Dean of New Oxford Business School Reflects on a Year
The New Zealand-born dean of Oxford University’s new Blavatnik School of Government, Ngaire Woods describes the first year as “terrific. Fun. Challenging. Great,” without pause. “It has been a whirlwind.” It might keep her busy, but does the world really need another school of government? “Most of the US schools’ charters say they must serve the United States first, and then the rest of the world. So we want to be a school for people from all the other countries, the other 192 in the system. Nothing substitutes for having Russian, Yemeni, Chinese and British students sitting there, each with a completely different view of democracy and each absolutely certain that their view is the best. Just look at how many governments around the world are failing their communities. People think that all politicians are venal, corrupt evil doers, but they are not. I see well-intentioned people all over the world but they don’t know how to make a difference.”
The course, for which there is no age limit, finishes in August, but Woods is already preparing for next year. “The number of senior people who have applied surprised me,” she says. “We have got police chiefs from Pakistan and Mexico, deputy ministers from Libya and Afghanistan, judicial officials from Georgia and Morocco and senior people from the British Treasury.” She hopes that such high-ranking classmates will keep in touch with each other after they graduate, forming an Oxford alumni network to rival the Bullingdon Club.

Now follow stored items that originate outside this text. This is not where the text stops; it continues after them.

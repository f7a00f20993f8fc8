//! Counts: one stage; each individual leaves a number of individuals, itself included if it lives.

use std::sync::Arc;

use super::{LocalModel, Pressure};
use crate::demography::density::Density;
use crate::demography::{Law, LifeHistory, ProjectionMatrix, Rate, RateGroup, Stage};
use crate::random::{PlaceKey, Purpose, poisson};
use crate::study::{PROBABILITY, Table};

/// The name of the only stage.
const STAGE: &str = "all";

#[derive(Debug)]
struct Counts;

impl LocalModel for Counts {
    fn step(&self, counts: &mut [u32], rates: &[f64], pressure: Pressure, place: PlaceKey, _: &mut [u32]) -> bool {
        let mean = f64::from(counts[0]) * rates[0] * pressure.fecundity;
        counts[0] = poisson(&mut place.draw(Purpose::Young(0)), mean);
        counts[0] == u32::MAX
    }

    fn young_in_words(&self) -> String {
        "each individual leaves a Poisson number of individuals at the next census, itself included if it lives"
            .to_owned()
    }
}

/// Reads `growth`, `emigration` and `density_dependence`.
pub(super) fn read(table: &Table<'_>) -> Option<LifeHistory> {
    let growth = Rate::read(table, "growth", RateGroup::Growth, Law::Lognormal);
    if !table.has("growth") {
        table.missing("growth", "mean growth a year at low numbers, as a number or { mean = .., sd = .. }");
    }
    let emigration = table.number("emigration", PROBABILITY);
    let matrix = growth.as_ref().map(|growth| {
        let mut matrix = ProjectionMatrix::zero(1);
        matrix.young[(0, 0)] = growth.mean;
        matrix
    });
    let density = Density::read(table, matrix.as_ref(), true);
    let (growth, matrix, density) = (growth?, matrix?, density?);
    let leaving = emigration.as_ref().map_or(0.0, |said| said.value);
    Some(LifeHistory {
        kind: "counts",
        individuals: "individuals".to_owned(),
        stages: vec![Stage { name: STAGE.to_owned(), emigration: leaving, toward_capacity: 1.0 }],
        rates: vec![growth],
        matrix,
        density,
        model: Arc::new(Counts),
        emigration_said: emigration.filter(|said| said.value > 0.0),
        occupancy: None,
    })
}
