//! Occupancy: patches are full or empty, and all are updated at once from the last census.
//!
//! # Source
//! The incidence function model: Hanski 1994, Journal of Animal Ecology 63.

use std::sync::Arc;

use super::{LocalModel, Pressure};
use crate::demography::density::Density;
use crate::demography::{Law, LifeHistory, ProjectionMatrix, Rate, RateGroup, Stage};
use crate::random::{PlaceKey, Purpose};
use crate::study::{Numbers, Table};

/// What is counted.
const PATCHES: &str = "occupied patches";
/// The values that e and y may have: y has the unit of S, whose areas may be large.
const SCALES: Numbers = Numbers { low: 0.0, high: 1e12, above_low: true, below_high: false };
/// The exponents that x may be: beyond, areas raised to it are no numbers any more.
const EXPONENTS: Numbers = Numbers { low: 0.0, high: 10.0, above_low: false, below_high: false };
/// Standard deviations of the factors of a year.
const FACTOR_SDS: Numbers = Numbers { low: 0.0, high: 100.0, above_low: false, below_high: false };

/// How the turnover of a patch follows from its area and its connectivity.
#[derive(Debug, Clone, Copy, PartialEq)]
pub struct Occupancy {
    /// exponent x with which extinction falls with area
    pub extinction_exponent: f64,
    /// whether colonists save a population that would have died out
    pub rescue: bool,
}

/// The chances of a patch in one year.
#[derive(Debug, Clone, Copy, PartialEq)]
pub struct Turnover {
    /// that it is empty at the next census if it is occupied now
    pub extinction: f64,
    /// that it is occupied at the next census if it is empty now
    pub colonisation: f64,
}

impl Occupancy {
    /// The year's chances of a patch: E = min(1, e / A^x), or E (1 - C) with rescue, and C = S^2 / (S^2 + y^2).
    ///
    /// `area_to_x` is A^x, A in hectares; `connectivity` is S, in the unit of `y`.
    #[inline]
    pub fn turnover(&self, e: f64, y: f64, area_to_x: f64, connectivity: f64) -> Turnover {
        // Written with y / S, no square of a small or large number vanishes or overflows where C itself does not.
        let relative = y / connectivity;
        let colonisation = if connectivity > 0.0 { 1.0 / (1.0 + relative * relative) } else { 0.0 };
        let extinction = (e / area_to_x).min(1.0);
        Turnover { extinction: if self.rescue { extinction * (1.0 - colonisation) } else { extinction }, colonisation }
    }
}

#[derive(Debug)]
struct FullOrEmpty;

impl LocalModel for FullOrEmpty {
    /// One draw decides, whichever state the patch is in: it is full at the next census if the draw lies below the chance
    /// of that. So a patch that is full keeps the better luck under every proposal that makes it full.
    ///
    /// `rates` are the year's chances of extinction and of colonisation, which hang on all patches.
    #[inline]
    fn step(&self, counts: &mut [u32], rates: &[f64], _: Pressure, place: PlaceKey, _: &mut [u32]) -> bool {
        let chance = if counts[0] > 0 { 1.0 - rates[0] } else { rates[1] };
        counts[0] = u32::from(place.draw(Purpose::Turnover).uniform() < chance);
        false
    }

    fn young_in_words(&self) -> String {
        "patches are full or empty, and all are updated at once from the last census".to_owned()
    }
}

/// Reads `extinction`, `colonisation`, `rescue` and `weather`.
pub(super) fn read(table: &Table<'_>) -> Option<LifeHistory> {
    let extinction = read_extinction(table);
    let y = read_colonisation(table);
    let rescue = if table.has("rescue") { table.flag("rescue").map(|said| said.value) } else { Some(false) };
    let sds = read_weather(table);
    let ((e, extinction_exponent), y, rescue, [e_sd, y_sd]) = (extinction?, y?, rescue?, sds?);
    let mut matrix = ProjectionMatrix::zero(1);
    matrix.fates[(0, 0)] = 1.0;
    Some(LifeHistory {
        kind: "occupancy",
        individuals: PATCHES.to_owned(),
        stages: vec![Stage { name: PATCHES.to_owned(), emigration: 0.0, toward_capacity: 1.0 }],
        // A factor of mean 1 makes the rate itself lognormal with the rate's mean. Both are of one group: a bad year
        // raises e and y alike.
        rates: vec![
            rate(table.address("extinction.e"), e, e_sd * e),
            rate(table.address("colonisation.y"), y, y_sd * y),
        ],
        matrix,
        density: Density::none(),
        model: Arc::new(FullOrEmpty),
        allee_effect: None,
        census: None,
        emigration_said: None,
        occupancy: Some(Occupancy { extinction_exponent, rescue }),
    })
}

fn rate(address: String, mean: f64, sd: f64) -> Rate {
    Rate { address, mean, sd, group: RateGroup::Growth, law: Law::Lognormal }
}

fn read_extinction(table: &Table<'_>) -> Option<(f64, f64)> {
    let inner =
        required(table, "extinction", "{ e = 0.1, x = 0.8 }: extinction is e / area^x a year, area in hectares")?;
    let e = required_number(&inner, "e", SCALES, "the chance that a patch of one hectare dies out in a year");
    let x = required_number(&inner, "x", EXPONENTS, "the exponent with which extinction falls with area");
    inner.finish();
    Some((e?, x?))
}

fn read_colonisation(table: &Table<'_>) -> Option<f64> {
    let inner =
        required(table, "colonisation", "{ y = 2.5 }: the connectivity S at which half of the patches are colonised")?;
    let y = required_number(&inner, "y", SCALES, "the connectivity S at which colonisation has chance 1/2 a year");
    inner.finish();
    y
}

/// The sds of the yearly factors on e and y.
fn read_weather(table: &Table<'_>) -> Option<[f64; 2]> {
    if !table.has("weather") {
        return Some([0.0; 2]);
    }
    let inner = table.table("weather")?;
    let sds = ["e_sd", "y_sd"]
        .map(|key| if inner.has(key) { inner.number(key, FACTOR_SDS).map(|said| said.value) } else { Some(0.0) });
    inner.finish();
    let [e_sd, y_sd] = sds;
    Some([e_sd?, y_sd?])
}

fn required<'d>(table: &Table<'d>, key: &str, such_as: &str) -> Option<Table<'d>> {
    if !table.has(key) {
        table.missing(key, such_as);
    }
    table.table(key)
}

fn required_number(table: &Table<'_>, key: &str, numbers: Numbers, meaning: &str) -> Option<f64> {
    if !table.has(key) {
        table.missing(key, format!("{numbers}: {meaning}"));
    }
    table.number(key, numbers).map(|said| said.value)
}
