//! How many young a breeding individual has, and how a fecundity becomes the rate that varies from year to year.

use crate::demography::rate::impossible_sd;
use crate::demography::{Law, Rate, RateGroup};
use crate::mistake::Mistake;
use crate::num::beta::largest_sd;
use crate::random::{PlaceKey, Purpose, binomial, poisson};
use crate::study::{Item, NOT_NEGATIVE, PROBABILITY, Said, Table};

/// How many young a breeding individual has.
#[derive(Debug, Clone, PartialEq)]
pub(super) enum Young {
    /// a Poisson number with fecundity as its mean
    Poisson,
    /// one with fecundity as its probability, else none
    AtMostOne,
    /// a share of individuals breeds, and each of these has a litter
    Litter(Litter),
}

/// The sizes of litters.
#[derive(Debug, Clone, PartialEq)]
pub(super) struct Litter {
    /// young in a litter, with the chance of so many among the litters not yet counted out; the last has chance 1
    sizes: Vec<(u32, f64)>,
    mean: f64,
}

impl Young {
    /// Reads `young` of the life history; Poisson where it does not stand there, `None` where it is wrong.
    pub(super) fn read(table: &Table<'_>) -> Option<Self> {
        const KEY: &str = "young";
        if !table.has(KEY) {
            return Some(Self::Poisson);
        }
        match table.item(KEY)? {
            Item::Table(inner) => {
                let litter = Litter::read(&inner);
                inner.finish();
                litter.map(Self::Litter)
            }
            item @ Item::Text(_) => table
                .choice_of(&item, &[("poisson", Self::Poisson), ("at most one", Self::AtMostOne)])
                .map(|said| said.value),
            other => {
                other.refuse(table.document(), "\"poisson\", \"at most one\" or { litter = [..] }");
                None
            }
        }
    }

    /// Reads `fecundity` of a stage as the rate that varies: the mean number of young where they are Poisson, else the
    /// share of individuals that breeds.
    pub(super) fn read_fecundity(&self, row: &Table<'_>) -> Option<Rate> {
        const KEY: &str = "fecundity";
        if !row.has(KEY) {
            return Some(Rate::fixed(row.address(KEY), 0.0, RateGroup::Fecundity, self.law()));
        }
        let Self::Litter(litter) = self else { return Rate::read(row, KEY, RateGroup::Fecundity, self.law()) };
        let stated = Rate::read(row, KEY, RateGroup::Fecundity, Law::Lognormal)?;
        let (mean, sd) = match row.item(KEY)? {
            Item::Table(inner) => (inner.number("mean", NOT_NEGATIVE)?, inner.number("sd", NOT_NEGATIVE)),
            item => (row.number_of(&item, NOT_NEGATIVE)?, None),
        };
        let mistake = match litter.too_many(mean.value) {
            Some(expected) => Some(mean.mistake(expected)),
            None => sd.and_then(|sd| self.impossible_sd(&sd, mean.value)),
        };
        match mistake {
            Some(mistake) => {
                row.document().mistake(mistake);
                None
            }
            None => Some(self.rate(stated.address, stated.mean, stated.sd)),
        }
    }

    /// The rate that a possible fecundity of this mean and sd comes down to.
    pub(super) fn rate(&self, address: String, mean: f64, sd: f64) -> Rate {
        let (mean, sd) = match self {
            Self::Litter(litter) => ((mean / litter.mean).min(1.0), sd / litter.mean),
            Self::Poisson | Self::AtMostOne => (mean, sd),
        };
        Rate { address, mean, sd, group: RateGroup::Fecundity, law: self.law() }
    }

    /// Mean young of an individual whose rate is this.
    pub(super) fn mean(&self, rate: &Rate) -> f64 {
        match self {
            Self::Litter(litter) => rate.mean * litter.mean,
            Self::Poisson | Self::AtMostOne => rate.mean,
        }
    }

    /// What should stand in place of a mean fecundity that is impossible; `None` where it is possible.
    pub(super) fn too_many(&self, mean: f64) -> Option<String> {
        match self {
            Self::Poisson => None,
            Self::AtMostOne if mean <= 1.0 => None,
            Self::AtMostOne => Some(format!("a probability where young = \"at most one\", not {mean}")),
            Self::Litter(litter) => litter.too_many(mean),
        }
    }

    /// The mistake of an sd that a fecundity of this possible mean cannot have, if it is one.
    pub(super) fn impossible_sd(&self, sd: &Said<f64>, mean: f64) -> Option<Mistake> {
        let Self::Litter(litter) = self else { return impossible_sd(sd, mean, self.law()) };
        let share = (mean / litter.mean).min(1.0);
        let most = largest_sd(share) * litter.mean;
        (sd.value > 0.0 && sd.value >= most).then(|| {
            let most = (most * 1000.0).floor() / 1000.0;
            let share = (share * 10_000.0).round() / 10_000.0;
            let expected = format!(
                "below {most}: with litters of {} on average a share of {share} breeds, which can vary no more",
                litter.mean
            );
            sd.mistake(expected).advise("give the sd of the yearly fecundity itself, without sampling error")
        })
    }

    /// The young that these individuals have, `u32::MAX` where they would be more.
    ///
    /// `rates` are the year's realised rates by stage, in the order of `counts`; `pressure` multiplies them.
    pub(super) fn number(&self, counts: &[u32], rates: &[f64], pressure: f64, place: PlaceKey) -> u32 {
        match self {
            // A sum of independent Poisson numbers is Poisson: one draw for all stages.
            Self::Poisson => {
                let mean: f64 = counts.iter().zip(rates).map(|(count, rate)| f64::from(*count) * rate).sum();
                poisson(&mut place.draw(Purpose::Young(0)), mean * pressure)
            }
            Self::AtMostOne => breeding(counts, rates, pressure, place),
            Self::Litter(litter) => litter.sum(breeding(counts, rates, pressure, place), place),
        }
    }

    /// In words, for `check`.
    pub(super) fn in_words(&self) -> String {
        match self {
            Self::Poisson => "the number of young is Poisson".to_owned(),
            Self::AtMostOne => "each individual has one young or none".to_owned(),
            Self::Litter(litter) => {
                format!("litters of {:.3} young on average, by the stated chances of each size", litter.mean)
            }
        }
    }

    fn law(&self) -> Law {
        match self {
            Self::Poisson => Law::Lognormal,
            Self::AtMostOne | Self::Litter(_) => Law::Beta,
        }
    }
}

/// How many of these individuals breed, each with the rate of its stage as its chance.
fn breeding(counts: &[u32], rates: &[f64], pressure: f64, place: PlaceKey) -> u32 {
    counts
        .iter()
        .zip(rates)
        .enumerate()
        .filter(|(_, (count, rate))| **count > 0 && **rate > 0.0)
        .map(|(stage, (count, rate))| binomial(&mut place.draw(Purpose::Young(stage as u32)), *count, rate * pressure))
        .fold(0, u32::saturating_add)
}

impl Litter {
    fn read(table: &Table<'_>) -> Option<Self> {
        const KEY: &str = "litter";
        if !table.has(KEY) {
            table.missing(KEY, "a list of the chances of 0, 1, 2, ... young in a litter");
        }
        let chances = table.numbers(KEY, PROBABILITY)?;
        let sum = chances.value.iter().fold(0.0, |sum, chance| sum + chance);
        if (sum - 1.0).abs() > 1e-9 {
            let expected = format!("the chances of 0, 1, 2, ... young, which sum to 1, not to {sum}");
            table.document().mistake(chances.mistake(expected));
            return None;
        }
        let litter = Self::new(&chances.value);
        if litter.mean <= 0.0 {
            let expected = "a chance above 0 of at least one young; the first number is the chance of none";
            table.document().mistake(chances.mistake(expected));
            return None;
        }
        Some(litter)
    }

    /// From the chances of 0, 1, 2, ... young, which sum to 1.
    fn new(chances: &[f64]) -> Self {
        let mean = chances.iter().zip(0_u32..).map(|(chance, size)| chance * f64::from(size)).sum();
        let mut left = 1.0;
        let mut sizes = Vec::new();
        for (size, chance) in (0_u32..).zip(chances).filter(|(_, chance)| **chance > 0.0) {
            sizes.push((size, (chance / left).min(1.0)));
            left -= chance;
        }
        // Whoever is left has the last size, whatever rounding says.
        if let Some(last) = sizes.last_mut() {
            last.1 = 1.0;
        }
        Self { sizes, mean }
    }

    fn too_many(&self, mean: f64) -> Option<String> {
        (mean > self.mean * (1.0 + 1e-9)).then(|| {
            format!("at most {}, the mean of a litter, since fecundity is the mean over all individuals", self.mean)
        })
    }

    /// The young in so many litters: a multinomial over their sizes.
    fn sum(&self, litters: u32, place: PlaceKey) -> u32 {
        let mut stream = place.draw(Purpose::Litter);
        let mut left = litters;
        let mut young = 0_u64;
        for (size, chance) in &self.sizes {
            if left == 0 {
                break;
            }
            let so_large = binomial(&mut stream, left, *chance);
            young += u64::from(*size) * u64::from(so_large);
            left -= so_large;
        }
        u32::try_from(young).unwrap_or(u32::MAX)
    }
}
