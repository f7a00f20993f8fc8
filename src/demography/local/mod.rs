//! Local models: what one year does to the individuals of one patch.
//!
//! A new kind is one file and one line in `KINDS`.

mod counts;
mod occupancy;
mod stages;
mod young;

pub use occupancy::{Occupancy, Turnover};

use std::fmt::Debug;

use super::LifeHistory;
use crate::random::PlaceKey;
use crate::study::Table;

/// Multipliers on the year's realised rates.
#[derive(Debug, Clone, Copy, PartialEq)]
pub struct Pressure {
    /// on survival
    pub survival: f64,
    /// on fecundity, or on growth
    pub fecundity: f64,
}

impl Pressure {
    /// Leaves the rates as they are.
    pub const NONE: Self = Self { survival: 1.0, fecundity: 1.0 };
}

/// The step of a local model. All draws are exact in distribution.
pub trait LocalModel: Debug + Send + Sync {
    /// Takes one patch through births, survival and advance.
    ///
    /// `counts` holds the individuals by stage, before and after; `rates` the year's realised rates in the order of
    /// [`LifeHistory::rates`]; `scratch` is as long as `counts` and may be overwritten. Returns whether a count passed the
    /// largest that can be held and was stopped there.
    fn step(&self, counts: &mut [u32], rates: &[f64], pressure: Pressure, place: PlaceKey, scratch: &mut [u32])
    -> bool;

    /// How young are born, in words.
    fn young_in_words(&self) -> String;
}

/// Reads the rest of `[life_history]` for one kind.
pub(super) type ReadKind = fn(&Table<'_>) -> Option<LifeHistory>;

/// The kinds of life history, by the words that the study uses.
pub(super) const KINDS: &[(&str, ReadKind)] =
    &[("stages", stages::read), ("counts", counts::read), ("occupancy", occupancy::read)];

/// Adds without passing the largest count; says whether it had to stop.
fn add(count: &mut u32, more: u32) -> bool {
    let (sum, over) = count.overflowing_add(more);
    *count = if over { u32::MAX } else { sum };
    over
}
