/** One place to change: the text as it stands, found exactly once, and what stands there instead. */
export type Edit = { readonly file: string; readonly from: string; readonly to: string };

/** A mistake of the kind people make, and the test that must not let it pass. */
export type PlantedBug = { readonly name: string; readonly edits: readonly Edit[]; readonly suite: string; readonly test: string };

type Where = readonly [suite: 'properties' | 'unit', file: string, test: string];

const ENGINE = 'lib/checks/domain';
const bug = (name: string, [suite, file, test]: Where, ...edits: readonly Edit[]): PlantedBug => ({
  name,
  edits,
  suite: suite === 'unit' ? `tests/unit/checks/${file}.test.ts` : `tests/properties/${file}.test.ts`,
  test,
});
const edit = (file: string, from: string, to: string): Edit => ({ file: file.includes('/') ? file : `${ENGINE}/${file}`, from, to });

const RULE = 'lib/regions/domain/rule.ts';

const LOGIC: readonly PlantedBug[] = [
  bug('negation lost on the tape', ['properties', 'check-others', 'CHECK-22'], edit('compile-condition.ts', 'shop.tape.not();', '')),
  bug(
    'negation lost in the diagram',
    ['properties', 'check-status', 'CHECK-2'],
    edit('compile-condition.ts', 'node: shop.builder.not(part.node)', 'node: part.node'),
  ),
  bug(
    'not known read as no',
    ['properties', 'check-status', 'CHECK-1'],
    edit('tape.ts', '(possible & wanted) === 0 ? NO : UNKNOWN', '(possible & wanted) === 0 ? NO : NO'),
  ),
  bug(
    'a missing answer read as no',
    ['properties', 'check-status', 'CHECK-2'],
    edit(
      'knowledge.ts',
      '!Object.hasOwn(answers, id)) continue;',
      '!Object.hasOwn(answers, id)) { if (cut?.kind === "yesno") masks[cut.first] = 1; continue; }',
    ),
  ),
  bug(
    'several: any of these read as all of these',
    ['properties', 'check-others', 'CHECK-22'],
    edit('compile-condition.ts', "shop.tape.join('any', literals.length)", "shop.tape.join('all', literals.length)"),
  ),
  bug(
    'gate dropped',
    ['properties', 'check-status', 'CHECK-2'],
    edit('compile-condition.ts', 'if (gate === undefined) return', 'if (gate !== null) return'),
  ),
];

const LAYERS: readonly PlantedBug[] = [
  bug(
    'exception ignored',
    ['properties', 'check-status', 'CHECK-2'],
    edit('line-build.ts', 'const attackers = rule.attackers.flatMap(', 'const attackers = rule.attackers.slice(0, 0).flatMap('),
  ),
  bug(
    'exception that applies but is itself silenced still silences',
    ['properties', 'check-exceptions', 'CHECK-9'],
    edit(
      'line-build.ts',
      'nodes.push(shop.builder.not(attacker.node));',
      'nodes.push(shop.builder.not((attacker as BuiltRule).when.node));',
    ),
  ),
  bug(
    'last layer dropped',
    ['properties', 'check-status', 'CHECK-2'],
    edit('attacks.ts', 'return layers.flatMap(', 'return layers.slice(0, 2).flatMap('),
  ),
  bug('begins a day late', ['properties', 'check-status', 'CHECK-2'], edit(RULE, 'span.from <= on', 'span.from < on')),
  bug('ends a day late', ['properties', 'check-status', 'CHECK-2'], edit(RULE, 'on < span.to', 'on <= span.to')),
  bug(
    'excepted rules still count',
    ['properties', 'check-status', 'CHECK-2'],
    edit('attacks.ts', '&& !excepted.has(rule.id)', '&& (excepted.size >= 0 || rule.firm)'),
  ),
  bug(
    'firm ignored',
    ['unit', 'faults', 'CHECK-17'],
    edit('attacks.ts', 'target?.rule.firm === true &&', 'target?.rule.firm === undefined &&'),
  ),
  bug('attack upwards let through', ['unit', 'faults', 'CHECK-17'], edit('attacks.ts', 'attacker > rank)', 'attacker >= 0)')),
  bug(
    'term read from the most local layer',
    ['properties', 'check-status', 'CHECK-2'],
    edit('terms.ts', '[layer, ...localFirst].find', '[...localFirst].find'),
  ),
  bug(
    'sources marked as disagreeing shown as agreeing',
    ['properties', 'check-status', 'CHECK-15'],
    edit('attacks.ts', 'one.rule.alongside.includes(other.rule.id)', 'one.rule.alongside.includes(one.rule.id)'),
  ),
];

const AMOUNTS: readonly PlantedBug[] = [
  bug('at most read as less than', ['properties', 'check-cut-points', 'CHECK-14'], edit('cells.ts', 'return upTo;', 'return below;')),
  bug(
    'threshold shifted by a millionth',
    ['properties', 'check-cut-points', 'CHECK-14'],
    edit('cells.ts', 'cuts[below] === amount ? 1 : 0', '(cuts[below] ?? 0n) - amount <= 1n ? 1 : 0'),
  ),
  bug(
    'litres read as millilitres',
    ['properties', 'check-cut-points', 'CHECK-14'],
    edit('lib/kernel/quantity.ts', "L: ['mL', 9]", "L: ['mL', 6]"),
  ),
  bug(
    'currency ignored',
    ['properties', 'check-status', 'CHECK-2'],
    edit('cells.ts', "test.kind === 'compares' && test.currency === currency", "test.kind === 'compares' && test.currency !== undefined"),
    edit('cells.ts', 'cut.currencies.indexOf(currency)', '0'),
  ),
  bug(
    'a part of a country lies nowhere',
    ['properties', 'check-status', 'CHECK-2'],
    edit('region-cells.ts', "cells.placed.get(code.split('-')[0] ?? code) ?? ", ''),
  ),
];

const ASKING: readonly PlantedBug[] = [
  bug(
    'relevance without what is known',
    ['properties', 'check-questions', 'CHECK-4'],
    edit('next-question.ts', 'knowledgeOf(line, answers).masks', 'line.variables.all'),
  ),
  bug(
    'declined questions asked again',
    ['properties', 'check-questions', 'CHECK-7'],
    edit('next-question.ts', "!declined.includes(line.questions[question] ?? '')", "line.questions[question] !== ''"),
  ),
  bug(
    'a question asked before its gate',
    ['properties', 'check-questions', 'CHECK-5'],
    edit('next-question.ts', 'return gate === undefined ||', 'return gate !== null ||'),
  ),
  bug(
    'a test that no longer decides kept in the diagram',
    ['properties', 'check-questions', 'CHECK-4'],
    edit('diagram.ts', 'if (this.isRedundant(base, count)) return', 'if (count === 1 && this.isRedundant(base, count)) return'),
  ),
  bug(
    'reason with spare answers',
    ['properties', 'check-reason', 'CHECK-11'],
    edit('reason.ts', '!== UNKNOWN) continue;', '=== null) continue;'),
  ),
  bug('status remembered from other answers', ['properties', 'check-reason', 'CHECK-11'], edit('reason.ts', 'exact.forget();', '')),
];

export const PLANTED_BUGS: readonly PlantedBug[] = [...LOGIC, ...LAYERS, ...AMOUNTS, ...ASKING];
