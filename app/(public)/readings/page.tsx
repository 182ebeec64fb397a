import type { Metadata } from 'next';
import type { ReactElement } from 'react';
import { ReadingsForm } from '@/components/readings/readings-form';
import { PageHeading } from '@/components/ui/page-heading';
import { words } from '@/lib/kernel/words';
import { readSheetEntry } from '@/lib/readings/domain/sheet-entry';
import { START_FIELDS } from '@/lib/readings/domain/start-fields';
import { listRegions } from '@/lib/regions/list-regions';
import { makeCtx } from '@/lib/server/ctx';
import { newAddress } from '@/lib/server/new-address';
import { keepReadings } from './actions';

type Props = { readonly searchParams: Promise<{ readonly region?: string | string[] }> };

export const metadata: Metadata = { title: words('readings-page.title'), description: words('readings-page.description') };

export default async function ReadingsPage({ searchParams }: Props): Promise<ReactElement> {
  const { region } = await searchParams;
  const places = await listRegions(makeCtx());
  const fields = { ...START_FIELDS, ...(region === undefined ? {} : { region: [region].flat() }) };
  return (
    <>
      <PageHeading>{words('readings-page.title')}</PageHeading>
      <p className="mt-4 max-w-text">{words('readings-page.lead')}</p>
      <p className="mt-2 max-w-text">{words('readings-page.covers')}</p>
      <p className="mt-2 max-w-text">
        {words.rich('readings-page.substances', {
          lead: (said) => <a href="/substances/pb">{said}</a>,
          cadmium: (said) => <a href="/substances/cd">{said}</a>,
        })}
      </p>
      <div className="mt-8">
        <ReadingsForm
          address={newAddress()}
          view={{ fields, entry: readSheetEntry(fields), faults: [] }}
          places={places}
          submit={words('readings-page.act.judge')}
          act={keepReadings}
        />
      </div>
    </>
  );
}
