import type { Metadata } from 'next';
import type { ReactElement } from 'react';
import { CoverageLegend, CoverageMap } from '@/components/library/coverage-map';
import { CoverageTable } from '@/components/library/coverage-table';
import { PageHeading } from '@/components/ui/page-heading';
import { words } from '@/lib/kernel/words';
import { listCoverage } from '@/lib/regions/list-coverage';
import { makeCtx } from '@/lib/server/ctx';
import { MAP_SIZE } from '@/lib/server/world-map';

export const metadata: Metadata = { title: words('coverage.title'), description: words('coverage.description') };

export default async function CoveragePage(): Promise<ReactElement> {
  const { countries, shapes } = await listCoverage(makeCtx());
  return (
    <>
      <PageHeading>{words('coverage.title')}</PageHeading>
      <p className="mt-4 max-w-text">{words('coverage.lead')}</p>
      <p className="mt-2">
        <a href="/regions">{words('coverage.find')}</a>
      </p>
      <p>
        <a href="/regions/new">{words('amend.newPlace.link')}</a>
      </p>
      <CoverageMap countries={countries} shapes={shapes} size={MAP_SIZE} />
      <p className="mt-2 max-w-text text-small text-umber">{words('coverage.licence')}</p>
      <CoverageLegend countries={countries} />
      <CoverageTable countries={countries} />
    </>
  );
}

“If you’re a government official, you don’t trust strangers in other people’s governments, and nor should you. But if you’ve seen how they do exams and seen any propensities to overstate, lie and be opportunistic, it bodes well for you to co-operate later on.” Two centuries ago, chums schooled at Oxford ruled the Empire.
Now, Woods insists: “No country can claim it has got a civilising mission for the rest of the world without sounding a bit ludicrous.” Her mission is to help her students understand other countries, not judge them. Will she succeed? Keep an eye on Who’s Who. Woods is also a Professor of International Political Economy and fellow in Politics and International Relations at University College, Oxford. She studied at Balliol College, Oxford as a New Zealand Rhodes Scholar.